Data extracts:
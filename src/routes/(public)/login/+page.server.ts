import { fail, redirect } from '@sveltejs/kit';
import { superValidate, message } from 'sveltekit-superforms';
import { zod4 } from 'sveltekit-superforms/adapters';
import { loginSchema } from '$lib/schemas/auth';
import { lucia } from '$lib/server/auth/lucia';
import { startPage } from '$lib/server/auth/permissions';
import { authenticate } from '$lib/server/repositories/users';
import { signInThrottle } from '$lib/server/auth/throttle';
import type { Actions, PageServerLoad } from './$types';

const adapter = zod4(loginSchema);
const WRONG = 'That e-mail and password do not match an active account.';

function safeNext(next: string | null): string | null {
	// same-site paths only: never an open redirect
	return next && /^\/(?![/\\])/.test(next) ? next : null;
}

export const load: PageServerLoad = async ({ locals, url }) => {
	if (locals.user) redirect(303, safeNext(url.searchParams.get('next')) ?? startPage(locals.user.role));
	return { form: await superValidate(adapter) };
};

export const actions: Actions = {
	default: async ({ request, cookies, url, getClientAddress }) => {
		const form = await superValidate(request, adapter);
		const password = form.data.password;
		form.data.password = ''; // never echo a password back
		if (!form.valid) return fail(400, { form });

		const keys = [`email:${form.data.email.toLowerCase()}`, `ip:${getClientAddress()}`];
		const wait = await signInThrottle.retryAfterMinutes(keys);
		if (wait > 0) {
			return message(form, `Too many sign-in attempts. Wait ${wait} minute${wait === 1 ? '' : 's'} and try again.`, {
				status: 429
			});
		}

		const user = await authenticate(form.data.email, password);
		if (!user) {
			await signInThrottle.recordFailure(keys);
			return message(form, WRONG, { status: 400 });
		}
		await signInThrottle.clear(keys[0]);

		const session = await lucia.createSession(user.id, {});
		const cookie = lucia.createSessionCookie(session.id);
		cookies.set(cookie.name, cookie.value, { path: '/', ...cookie.attributes });
		redirect(303, safeNext(url.searchParams.get('next')) ?? startPage(user.role));
	}
};
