describe('truck models', () => {
	it('an admin adds a model with every field through the form, and the engine evaluates it by { modelId }', async () => {
		const c = code('T1');
		const res = await admin.action('/admin/catalogue/trucks/new?/create', truckFields(c));
		expect(res.status).toBe(303);
		const row = await findTruckModel(c);
		expect(res.headers.get('location')).toBe(`/admin/catalogue/trucks/${row!.id}?created=1`);
		expect(row).toMatchObject({
			code: c,
			name: 'Integration 2.5 t',
			family: 'Integration family',
			capacityKg: 2500,
			priceCents: 3_460_000,
			costCents: 2_615_050,
			retired: false,
			batteryIds: [battery775.id]
		});
		expect(row!.spec).toMatchObject({
			voltage: 48,
			compartment: { lengthMm: 1050, widthMm: 860, heightMm: 640, heightWithRollerBedMm: 610 },
			rollerBedTopMm: 215,
			forkFit: {
				serviceTrolley: { maxLengthMm: 905, maxOverallWidthMm: 545 },
				latchTrolley: { minLengthMm: 1120, maxLengthMm: 1168, maxOverallWidthMm: 545 }
			},
			doorSwingDeg: 125,
			wideDoorSwingDeg: 180,
			batteryWeightKg: { min: 1000, max: 1450 }
		});

		for (const ref of [row!.id, c]) {
			const ev = await rep.post('/api/v1/evaluate', evaluateBody(ref, battery775.id));
			expect(ev.status).toBe(200);
			const body = await ev.json();
			const inTruck = body.setups.find((s: { id: string }) => s.id === 'in-truck');
			const fork = inTruck.checks.find((k: { code: string }) => k.code === 'fork-length');
			// the limit is the service-trolley fork length typed above, not the demo model's 940 mm
			expect(fork).toMatchObject({ result: 'fail', measured: 1150, limit: 905, unit: 'mm' });
			const weight = inTruck.checks.find((k: { code: string }) => k.code === 'battery-weight');
			expect(weight.result).toBe('pass'); // 1 250 kg within 1 000–1 450 kg
		}
	});

	it('edits a model and its compatible batteries in one save, and answers with the stored values', async () => {
		const row = await createTruck(code('T2'), { batteryIds: [] });
		const other = await findBattery('TW-B48-620-LI');
		const res = await admin.action(`/admin/catalogue/trucks/${row.id}?/save`, {
			...truckFields(row.code),
			units: 'imperial',
			compartmentWidth: '33.86', // a bare number in the posted system: 860.04 mm → 860 mm
			batteryWeightMax: '3,300 lb', // 1 496.9 kg
			batteryIds: [battery775.id, other!.id]
		});
		expect(res.status).toBe(200);
		expect(await res.text()).toContain(`Saved ${row.code}.`);
		const after = await findTruckModel(row.id);
		expect(after!.spec.compartment.widthMm).toBe(860);
		expect(after!.spec.batteryWeightKg.max).toBe(1496.9);
		expect([...after!.batteryIds].sort()).toEqual([battery775.id, other!.id].sort());
	});

	const refusals: [string, Record<string, string>, string, string][] = [
		[
			'a roller-bed height above the compartment height',
			{ compartmentHeight: '600 mm', compartmentHeightWithRollerBed: '620 mm' },
			'compartmentHeightWithRollerBed',
			'The height with roller bed must not be above the compartment height'
		],
		[
			'a longest latching fork below the shortest',
			{ latchForkMinLength: '1200 mm', latchForkMaxLength: '1100 mm' },
			'latchForkMaxLength',
			'The longest fork length must not be below the shortest.'
		],
		[
			'a battery weight minimum above the maximum',
			{ batteryWeightMin: '1500 kg', batteryWeightMax: '1400 kg' },
			'batteryWeightMax',
			'The maximum battery weight must not be below the minimum.'
		],
		[
			'a length with a mass unit',
			{ compartmentLength: '1050 kg' },
			'compartmentLength',
			'is a unit of mass'
		],
		[
			'an empty height',
			{ compartmentHeight: '' },
			'compartmentHeight',
			'Enter the compartment height.'
		]
	];

	for (const [what, overrides, field, message] of refusals) {
		it(`refuses ${what} with a field message and stores nothing`, async () => {
			const c = code('BAD');
			const before = await TruckModel.count();
			const res = await admin.action(
				'/admin/catalogue/trucks/new?/create',
				truckFields(c, overrides)
			);
			expect(res.status).toBe(400);
			const html = await res.text();
			expect(html).toContain(message);
			// the message sits under the field it is about
			expect(html).toMatch(
				new RegExp(`id="truck-${field}-error"[^>]*>[^<]*${message.slice(0, 20)}`)
			);
			expect(await TruckModel.count()).toBe(before);
			expect(await findTruckModel(c)).toBeNull();
		});
	}

	it('refuses an edit that breaks the spec, and keeps the stored model and links as they were', async () => {
		const row = await createTruck(code('T3'));
		const res = await admin.action(`/admin/catalogue/trucks/${row.id}?/save`, {
			...truckFields(row.code, { compartmentHeightWithRollerBed: '700 mm', batteryIds: [] })
		});
		expect(res.status).toBe(400);
		const after = await findTruckModel(row.id);
		expect(after!.spec).toEqual(row.spec);
		expect(after!.batteryIds).toEqual([battery775.id]);
	});

	it('keeps a save whole: a battery of another voltage refuses the save, spec and links stay', async () => {
		const row = await createTruck(code('T4'));
		const odd = await Battery.create({
			code: code('B24'),
			name: '24 V test battery',
			spec: {
				voltage: 24,
				capacityAh: 500,
				lengthMm: 800,
				widthMm: 500,
				heightMm: 600,
				weightKg: 400,
				chemistry: 'lead-acid'
			}
		});
		const res = await admin.action(`/admin/catalogue/trucks/${row.id}?/save`, {
			...truckFields(row.code, { name: 'Renamed', batteryIds: [odd.id] })
		});
		expect(res.status).toBe(400);
		expect(await res.text()).toContain('has a different voltage from this truck');
		const after = await findTruckModel(row.id);
		expect(after!.name).toBe(row.name);
		expect(after!.batteryIds).toEqual([battery775.id]);

		// an id that is no battery at all: refused the same way
		const ghost = await admin.action(`/admin/catalogue/trucks/${row.id}?/save`, {
			...truckFields(row.code, {
				name: 'Renamed',
				batteryIds: ['00000000-0000-4000-8000-000000000000']
			})
		});
		expect(ghost.status).toBe(400);
		expect((await findTruckModel(row.id))!.name).toBe(row.name);
	});

	it('refuses a duplicate code, also in other letter case, and stores nothing', async () => {
		const row = await createTruck(code('DUP'));
		const before = await TruckModel.count();
		for (const c of [row.code, row.code.toLowerCase()]) {
			const res = await admin.action('/admin/catalogue/trucks/new?/create', truckFields(c));
			expect(res.status).toBe(400);
			expect(await res.text()).toContain(`Another truck model already has the code “${c}”.`);
		}
		expect(await TruckModel.count()).toBe(before);
		// renaming another model to a taken code is refused too
		const second = await createTruck(code('DUP2'));
		const res = await admin.action(
			`/admin/catalogue/trucks/${second.id}?/save`,
			truckFields(row.code)
		);
		expect(res.status).toBe(400);
		expect((await findTruckModel(second.id))!.code).toBe(second.code);
	});

	it('retire hides a model from listTruckModels() and the look-up route; findTruckModel() and evaluate still find it', async () => {
		const row = await createTruck(code('RET'));
		const retire = await admin.action(`/admin/catalogue/trucks/${row.id}?/retire`, {});
		expect(retire.status).toBe(200);
		expect((await listTruckModels()).some((t) => t.id === row.id)).toBe(false);
		expect((await listTruckModels({ includeRetired: true })).some((t) => t.id === row.id)).toBe(
			true
		);
		expect((await findTruckModel(row.id))?.retired).toBe(true);
		const api = await (await rep.get('/api/v1/catalogue/trucks')).json();
		expect(api.trucks.some((t: { id: string }) => t.id === row.id)).toBe(false);
		// an old survey's evaluation still resolves it
		expect((await rep.post('/api/v1/evaluate', evaluateBody(row.id, battery775.id))).status).toBe(
			200
		);
		const restore = await admin.action(`/admin/catalogue/trucks/${row.id}?/restore`, {});
		expect(restore.status).toBe(200);
		expect((await listTruckModels()).some((t) => t.id === row.id)).toBe(true);
	});

	it('deletes a model no survey uses, with its compatibility links', async () => {
		const row = await createTruck(code('DEL'));
		const res = await admin.action(`/admin/catalogue/trucks/${row.id}?/delete`, {});
		expect(res.status).toBe(303);
		expect(res.headers.get('location')).toBe(
			`/admin/catalogue/trucks?deleted=${encodeURIComponent(row.code)}`
		);
		expect(await findTruckModel(row.id)).toBeNull();
		expect(await TruckModelBattery.count({ where: { truckModelId: row.id } })).toBe(0);
		expect((await admin.get(`/admin/catalogue/trucks/${row.id}`)).status).toBe(404);
	});

	it('refuses to delete a model or battery a survey refers to, suggesting Retire', async () => {
		const truck = await createTruck(code('USED'));
		const battery = await Battery.create({
			code: code('BUSED'),
			name: 'Used battery',
			spec: {
				voltage: 48,
				capacityAh: 500,
				lengthMm: 800,
				widthMm: 500,
				heightMm: 600,
				weightKg: 1100,
				chemistry: 'lead-acid'
			}
		});
		// a real draft survey of the demo rep that names the model and the battery
		const [owner] = (await sequelize.query(
			`SELECT u.id AS user_id, c.id AS customer_id FROM users u, customers c
			 WHERE u.email = 'rep@demo.traywise.test' AND c.name = 'Marlow Crossing Cold Store'`
		)) as [{ user_id: string; customer_id: string }[], unknown];
		const [inserted] = (await sequelize.query(
			`INSERT INTO surveys (customer_id, owner_id, data) VALUES (:customerId, :ownerId, :data::jsonb) RETURNING id`,
			{
				replacements: {
					customerId: owner[0].customer_id,
					ownerId: owner[0].user_id,
					data: JSON.stringify({
						fleet: { truckModelId: truck.id, batteryId: battery.id, trucks: 2 }
					})
				}
			}
		)) as [{ id: string }[], unknown];
		try {
			const res = await admin.action(`/admin/catalogue/trucks/${truck.id}?/delete`, {});
			expect(res.status).toBe(409);
			expect(await res.text()).toContain(
				`${truck.code} is used by 1 survey, so it cannot be deleted. Retire it instead`
			);
			expect(await findTruckModel(truck.id)).not.toBeNull();
			const b = await admin.action(`/admin/catalogue/batteries/${battery.id}?/delete`, {});
			expect(b.status).toBe(409);
			expect(await findBattery(battery.id)).not.toBeNull();
			// retiring is what it suggests, and works
			expect((await admin.action(`/admin/catalogue/trucks/${truck.id}?/retire`, {})).status).toBe(
				200
			);
			expect((await findTruckModel(truck.id))!.retired).toBe(true);
		} finally {
			await sequelize.query(`DELETE FROM surveys WHERE id = :id`, {
				replacements: { id: inserted[0].id }
			});
		}
		// with no survey left, it can go
		expect((await admin.action(`/admin/catalogue/trucks/${truck.id}?/delete`, {})).status).toBe(
			303
		);
	});
});
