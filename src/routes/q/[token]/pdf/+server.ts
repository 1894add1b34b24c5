import { error } from '@sveltejs/kit';
import { checkLink } from '$lib/server/quotes/customer-view';
import { revisionPdf } from '$lib/server/repositories/quotes';
import type { RequestHandler } from './$types';

/** The PDF exactly as sent (the same bytes every time). */
export const GET: RequestHandler = async ({ params }) => {
	const link = await checkLink(params.token);
	const stored = await revisionPdf(link.revisionId);
	if (!stored) error(404, 'The document is not available.');
	return new Response(new Uint8Array(stored.pdf), {
		headers: {
			'content-type': 'application/pdf',
			'content-disposition': `attachment; filename="${stored.number}.pdf"`,
			'cache-control': 'private, no-store',
			etag: `"${stored.sha256}"`
		}
	});
};
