import type { MigrationInterface, QueryRunner } from 'typeorm'

export class RateLimit1764633700000 implements MigrationInterface {
  name = 'RateLimit1764633700000'

  async up(q: QueryRunner): Promise<void> {
    await q.query(`CREATE TABLE rate_limit (key text PRIMARY KEY, hits integer NOT NULL, reset_at timestamptz NOT NULL)`)
  }

  async down(q: QueryRunner): Promise<void> {
    await q.query(`DROP TABLE rate_limit`)
  }
}
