import type { MigrationInterface, QueryRunner } from 'typeorm'

export class SignaturesAndMail1764655200000 implements MigrationInterface {
  name = 'SignaturesAndMail1764655200000'

  async up(q: QueryRunner): Promise<void> {
    await q.query(`
      CREATE TABLE signature (
        id uuid PRIMARY KEY DEFAULT gen_random_uuid(),
        run_id uuid NOT NULL REFERENCES run(id) ON DELETE RESTRICT,
        meaning text NOT NULL CHECK (meaning IN ('performed_by', 'accepted_by')),
        signer_id uuid NOT NULL REFERENCES app_user(id) ON DELETE RESTRICT,
        printed_name text NOT NULL,
        role text NOT NULL,
        signed_at timestamptz NOT NULL DEFAULT now(),
        time_zone text NOT NULL,
        image_data_url text NOT NULL CHECK (image_data_url LIKE 'data:image/png;base64,%'),
        snapshot_sha256 char(64) NOT NULL CHECK (snapshot_sha256 ~ '^[0-9a-f]{64}$'),
        voided boolean NOT NULL DEFAULT false,
        voided_at timestamptz,
        void_reason text
      )`)
    await q.query(`CREATE UNIQUE INDEX signature_one_live_per_meaning ON signature (run_id, meaning) WHERE NOT voided`)
    // A signature is never edited or removed; the only change allowed is voiding it (kept, with its reason).
    await q.query(`
      CREATE FUNCTION signature_guard() RETURNS trigger LANGUAGE plpgsql AS $$
      BEGIN
        IF TG_OP = 'DELETE' THEN
          RAISE EXCEPTION 'signatures are never deleted' USING ERRCODE = 'object_not_in_prerequisite_state';
        END IF;
        IF OLD.voided OR NOT NEW.voided OR NEW.run_id <> OLD.run_id OR NEW.meaning <> OLD.meaning OR NEW.signer_id <> OLD.signer_id
           OR NEW.printed_name <> OLD.printed_name OR NEW.role <> OLD.role OR NEW.signed_at <> OLD.signed_at
           OR NEW.image_data_url <> OLD.image_data_url OR NEW.snapshot_sha256 <> OLD.snapshot_sha256 THEN
          RAISE EXCEPTION 'a signature can only be voided, once' USING ERRCODE = 'object_not_in_prerequisite_state';
        END IF;
        RETURN NEW;
      END $$`)
    await q.query(`CREATE TRIGGER signature_immutable BEFORE UPDATE OR DELETE ON signature FOR EACH ROW EXECUTE FUNCTION signature_guard()`)
    await q.query(`CREATE TRIGGER signature_frozen BEFORE INSERT OR UPDATE OR DELETE ON signature FOR EACH ROW EXECUTE FUNCTION run_accepted_is_frozen()`)
    await q.query(`
      CREATE TABLE outbound_mail (
        id uuid PRIMARY KEY DEFAULT gen_random_uuid(),
        kind text NOT NULL,
        run_id uuid REFERENCES run(id) ON DELETE SET NULL,
        to_addresses text[] NOT NULL,
        subject text NOT NULL,
        body_text text NOT NULL,
        attachments jsonb NOT NULL DEFAULT '[]',
        status text NOT NULL DEFAULT 'queued' CHECK (status IN ('queued', 'sent', 'failed')),
        attempts integer NOT NULL DEFAULT 0,
        last_error text,
        next_attempt_at timestamptz NOT NULL DEFAULT now(),
        sent_at timestamptz,
        message_id text,
        created_at timestamptz NOT NULL DEFAULT now()
      )`)
    await q.query(`CREATE INDEX outbound_mail_due_idx ON outbound_mail (next_attempt_at) WHERE status = 'queued'`)
  }

  async down(q: QueryRunner): Promise<void> {
    await q.query(`DROP TABLE outbound_mail`)
    await q.query(`DROP TABLE signature`)
    await q.query(`DROP FUNCTION signature_guard`)
  }
}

Your instructions: Reproduce the lines of the entries above from the one with "CREATE FUNCTION signature_guard()" to the one with "OR NEW.printed_name <>", both included, exactly and without any other line.

Result:
      CREATE FUNCTION signature_guard() RETURNS trigger LANGUAGE plpgsql AS $$
      BEGIN
        IF TG_OP = 'DELETE' THEN
          RAISE EXCEPTION 'signatures are never deleted' USING ERRCODE = 'object_not_in_prerequisite_state';
        END IF;
        IF OLD.voided OR NOT NEW.voided OR NEW.run_id <> OLD.run_id OR NEW.meaning <> OLD.meaning OR NEW.signer_id <> OLD.signer_id
           OR NEW.printed_name <> OLD.printed_name OR NEW.role <> OLD.role OR NEW.signed_at <> OLD.signed_at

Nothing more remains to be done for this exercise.